Algunos llaman a Santo Tomás “Tomás el feo”.
Puede ser por dos motivos: uno, porque lo confunden con Santiago el de Alfeo y otro porque no creyó a los otros apóstoles habían visto a Jesús resucitado.
Sin embargo, es muy cierto que a nadie se le ocurre creer en la resurrección de uno,  muerto de verdad. Más bien suelen decir: “y bien muertito que estaba”.
Los fariseos le dijeron a Pilato apenas enterraron a Jesús:
Nos acordamos que cuando vivía aquel impostor (con ese nombre) dijo que resucitaría al tercer día. Hay que sellar el sepulcro y poner guardias para evitar que vengan los discípulos, roben el cadáver y digan después que ha resucitado de entre los muertos. Entonces el engaño sería peor.

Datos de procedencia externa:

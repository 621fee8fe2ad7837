import {
  Alert,
  Box,
  Button,
  Card,
  DataList,
  Field,
  HStack,
  Link,
  Progress,
  Stack,
  Text,
} from '@chakra-ui/react';
import { useQueryClient } from '@tanstack/react-query';
import { Download, FileText, Upload } from 'lucide-react';
import { useEffect, useId, useRef, useState } from 'react';
import { EmptyState } from '@/components/ui/empty-state';
import { StatusIndicator } from '@/components/ui/status-indicator';
import { toaster } from '@/components/ui/toaster';
import { isApiError, type UploadProgress } from '@/lib/api-client';
import { formatInstant } from '@/lib/time';
import { type Proposal, scienceCaseUrl, uploadScienceCase } from '../api';
import { type FocusRequest, focusAfterNavigation } from '../focus';
import { formatBytes } from '../format';
import { isStale, writeProposal } from '../hooks';
import { plural } from '../labels';
import { WriteError } from './write-error';

type UploadState =
  | { kind: 'idle' }
  | { kind: 'sending'; filename: string; progress: UploadProgress | null }
  | { kind: 'refused'; filename: string; problems: string[] }
  | { kind: 'failed'; error: unknown };

/** What is wrong with a file before it is sent, in the words of the call's rules. */
function localProblems(file: File, proposal: Proposal): string[] {
  const problems: string[] = [];
  const pdf = file.type === 'application/pdf' || /\.pdf$/i.test(file.name);
  if (!pdf) problems.push(`${file.name} is not a PDF; the science case must be one.`);
  const limit = proposal.call.sizeLimitMB * 1024 * 1024;
  if (file.size > limit) {
    problems.push(
      `${file.name} is ${formatBytes(file.size)}; this call takes at most ${proposal.call.sizeLimitMB} MB.`,
    );
  }
  return problems;
}

function ScienceCaseCard({ proposal }: { proposal: Proposal }) {
  const document = proposal.scienceCase;
  if (!document) return null;
  return (
    <Card.Root variant="outline">
      <Card.Body>
        <Stack gap="3">
          <HStack gap="2">
            <FileText aria-hidden />
            <Text fontWeight="semibold" wordBreak="break-all">
              {document.filename}
            </Text>
          </HStack>
          <DataList.Root orientation="horizontal" size="sm">
            <DataList.Item>
              <DataList.ItemLabel>Pages</DataList.ItemLabel>
              <DataList.ItemValue>
                {document.pages} of at most {proposal.call.pageLimit}
              </DataList.ItemValue>
            </DataList.Item>
            <DataList.Item>
              <DataList.ItemLabel>Size</DataList.ItemLabel>
              <DataList.ItemValue>{formatBytes(document.sizeBytes)}</DataList.ItemValue>
            </DataList.Item>
            <DataList.Item>
              <DataList.ItemLabel>Uploaded</DataList.ItemLabel>
              <DataList.ItemValue>
                <time dateTime={document.uploadedAt}>{formatInstant(document.uploadedAt)}</time>
              </DataList.ItemValue>
            </DataList.Item>
            <DataList.Item>
              <DataList.ItemLabel>SHA-256</DataList.ItemLabel>
              <DataList.ItemValue fontFamily="mono" fontSize="xs" title={document.sha256}>
                {document.sha256.slice(0, 16)}…
              </DataList.ItemValue>
            </DataList.Item>
          </DataList.Root>
          <Link
            href={scienceCaseUrl(proposal.reference)}
            download={document.filename}
            alignSelf="start"
          >
            <Download aria-hidden size="16" /> Download the science case
          </Link>
        </Stack>
      </Card.Body>
    </Card.Root>
  );
}

export function DocumentsSection({
  proposal,
  editable,
  focus,
}: {
  proposal: Proposal;
  editable: boolean;
  focus?: FocusRequest;
}) {
  const queryClient = useQueryClient();
  const inputId = useId();
  const input = useRef<HTMLInputElement>(null);
  const abort = useRef<AbortController | null>(null);
  const [state, setState] = useState<UploadState>({ kind: 'idle' });
  const { reference, call } = proposal;

  useEffect(() => {
    if (!focus || !editable) return;
    return focusAfterNavigation(() => input.current?.focus());
  }, [focus, editable]);
  useEffect(() => () => abort.current?.abort(), []);

  const send = async (file: File) => {
    const problems = localProblems(file, proposal);
    if (problems.length > 0) {
      setState({ kind: 'refused', filename: file.name, problems });
      return;
    }
    const controller = new AbortController();
    abort.current = controller;
    setState({ kind: 'sending', filename: file.name, progress: null });
    try {
      await writeProposal(queryClient, reference, (version) =>
        uploadScienceCase(reference, version, file, {
          signal: controller.signal,
          onProgress: (progress) => setState({ kind: 'sending', filename: file.name, progress }),
        }),
      );
      setState({ kind: 'idle' });
      toaster.create({ type: 'success', title: `${file.name} is the science case now` });
    } catch (error) {
      if (error instanceof DOMException && error.name === 'AbortError') {
        setState({ kind: 'idle' });
      } else if (isApiError(error) && [400, 413, 415, 422].includes(error.status)) {
        const problems =
          error.issues.length > 0 ? error.issues.map((issue) => issue.message) : [error.message];
        setState({ kind: 'refused', filename: file.name, problems });
      } else {
        setState({ kind: 'failed', error });
      }
    } finally {
      abort.current = null;
      if (input.current) input.current.value = '';
    }
  };

  const sending = state.kind === 'sending';
  const percent =
    state.kind === 'sending' && state.progress?.fraction !== undefined
      ? Math.round(state.progress.fraction * 100)
      : null;

  return (
    <Stack gap="6">
      <Text color="fg.muted" maxW="70ch">
        The science case is one PDF of at most {plural(call.pageLimit, 'page')} and{' '}
        {call.sizeLimitMB} MB, not encrypted.
        {call.anonymous
          ? ' Review in this call is anonymous: the names of the team must not appear in its text.'
          : ''}{' '}
        The compiled PDF referees read is a cover made from this proposal followed by it.
      </Text>
      {proposal.scienceCase ? (
        <ScienceCaseCard proposal={proposal} />
      ) : (
        <EmptyState
          icon={FileText}
          title="No science case yet"
          description={
            editable
              ? 'Upload it as a PDF; you can replace it until you submit.'
              : 'The team has not uploaded one.'
          }
        />
      )}

      {editable && (
        <Stack gap="3" maxW="xl">
          <Field.Root>
            <Field.Label htmlFor={inputId}>
              {proposal.scienceCase
                ? 'Replace the science case (PDF)'
                : 'Upload the science case (PDF)'}
            </Field.Label>
            <Box
              asChild
              fontSize="sm"
              css={{ '&::file-selector-button': { marginInlineEnd: '0.75rem' } }}
            >
              <input
                ref={input}
                id={inputId}
                type="file"
                accept="application/pdf,.pdf"
                disabled={sending}
                onChange={(event) => {
                  const file = event.target.files?.[0];
                  if (file) void send(file);
                }}
              />
            </Box>
          </Field.Root>

          {state.kind === 'sending' && (
            <Stack gap="2">
              <Progress.Root
                value={percent}
                max={100}
                colorPalette="brand"
                // The bar's own name, read with its value: "Uploading case.pdf: 40 %".
                translations={{
                  value: ({ value, percent }) =>
                    `Uploading ${state.filename}: ${value === null ? 'starting' : `${Math.round(percent)} %`}`,
                }}
              >
                <HStack justify="space-between" mb="1">
                  <Progress.Label>
                    <HStack gap="1">
                      <Upload aria-hidden size="14" /> Uploading {state.filename}
                    </HStack>
                  </Progress.Label>
                  <Progress.ValueText>
                    {percent === null ? 'starting…' : `${percent} %`}
                  </Progress.ValueText>
                </HStack>
                <Progress.Track>
                  <Progress.Range />
                </Progress.Track>
              </Progress.Root>
              <Button
                size="xs"
                variant="outline"
                alignSelf="start"
                onClick={() => abort.current?.abort()}
              >
                Cancel the upload
              </Button>
            </Stack>
          )}
          {state.kind === 'refused' && (
            <Alert.Root status="error" colorPalette="blocker" role="alert">
              <Alert.Indicator />
              <Alert.Content>
                <Alert.Title>{state.filename} was not accepted</Alert.Title>
                <Alert.Description>
                  <Stack gap="1">
                    {state.problems.map((problem) => (
                      <Text key={problem}>{problem}</Text>
                    ))}
                  </Stack>
                </Alert.Description>
              </Alert.Content>
            </Alert.Root>
          )}
          {state.kind === 'failed' &&
            (isStale(state.error) ? (
              <WriteError error={state.error} reference={reference} />
            ) : (
              <StatusIndicator tone="blocker" role="alert">
                Not uploaded:{' '}
                {state.error instanceof Error ? state.error.message : 'the upload failed'}. Choose
                the file again to retry.
              </StatusIndicator>
            ))}
        </Stack>
      )}
    </Stack>
  );
}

Sin embargo, ellos mismos ayudaron para que el milagro fuera más conocido. Así suele suceder con Satanás y sus secuaces: cuando quieren apagar la luz de Dios no hacen más que atizar el fuego que ilumina.
Pilato les concedió lo que pedían, sellaron el sepulcro y quedaron los guardias custodiándolo.
Tampoco a Tomás se le ocurrió que fuera tan fácil que Cristo hubiera resucitado.
Él fue uno de tantos que repiten, más o menos, esa expresión popular: “ver para creer”.
Por eso se hizo el valiente y afirmó ante todos los discípulos que mientras no viera y tocara al Señor resucitado no creería.
Pero como lo de Jesús iba de veras, fue Él mismo quien se hizo presente, lo llamó y le invitó a tocar sus llagas y a revivir la fe.
Tomás, temblando de emoción, cayó al suelo e hizo una de las profesiones de fe más hermosas que conocemos y que repetimos con frecuencia: “Señor mío y Dios mío”.
La última frase de Jesús es, sin duda, una bendición para todos nosotros: “porque has visto, Tomás, has creído. Dichosos los que crean sin haber visto”.
Entre esos benditos, sin duda, estamos nosotros que no hemos visto a Jesús resucitado pero creemos en Él.
Y creemos en su Divina Misericordia.
Y precisamente es en este día, octava de Pascua, cuando la divina providencia ha regalado a la humanidad ese don maravilloso que es la devoción a la Divina Misericordia.
Por lo demás, la misma liturgia de hoy parece que ya estaba providencialmente preparada para recibir esa fiesta en la octava de Pascua.
En efecto, la primera oración (colecta) comienza así:
“Dios de misericordia infinita que reanimas la fe de tu pueblo… para que aprendamos mejor la inestimable riqueza del bautismo que nos ha purificado, del Espíritu que nos ha hecho renacer y de la sangre que nos ha redimido”.
La segunda lectura de San Juan nos recuerda también esta misma verdad: “Éste es el que vino con agua y con sangre. No sólo con agua, sino con agua y con sangre; y el Espíritu es quien da testimonio porque el Espíritu es la verdad”.
El bautismo está reflejado, como sabemos, en el agua que brota del corazón del Señor de la Divina Misericordia y la eucaristía el rojo de su sangre.
El salmo responsorial nos invita a agradecer esto mismo: “Dad gracias al Señor porque es bueno, porque es eterna su misericordia”.
Por lo demás, la aparición de Jesús a Tomás es evidentemente un rasgo de la misericordia del Buen Pastor que no podía resignarse a perder una de sus ovejas.
Nuestra humanidad tan necesitada de amor y misericordia en medio de un mundo inmisericorde necesita hoy más que nunca de esa bondad del Señor.
Es preciso creer en ella. Vivir consecuentemente, fiándonos de Dios.
Y es preciso que prediquemos a todos que en Dios hay “misericordia abundante.
Para eso es esta fiesta a la que Juan Pablo II dio tanta importancia y Dios le recompensó concediéndole morir en las primeras vísperas.
Para completar, los Hechos de los apóstoles hoy nos dicen que los primeros cristianos vivían de tal manera que tenían “un solo corazón y una sola alma” y todo esto era fruto de la misericordia de Cristo muerto y resucitado que los congregó en torno a su corazón.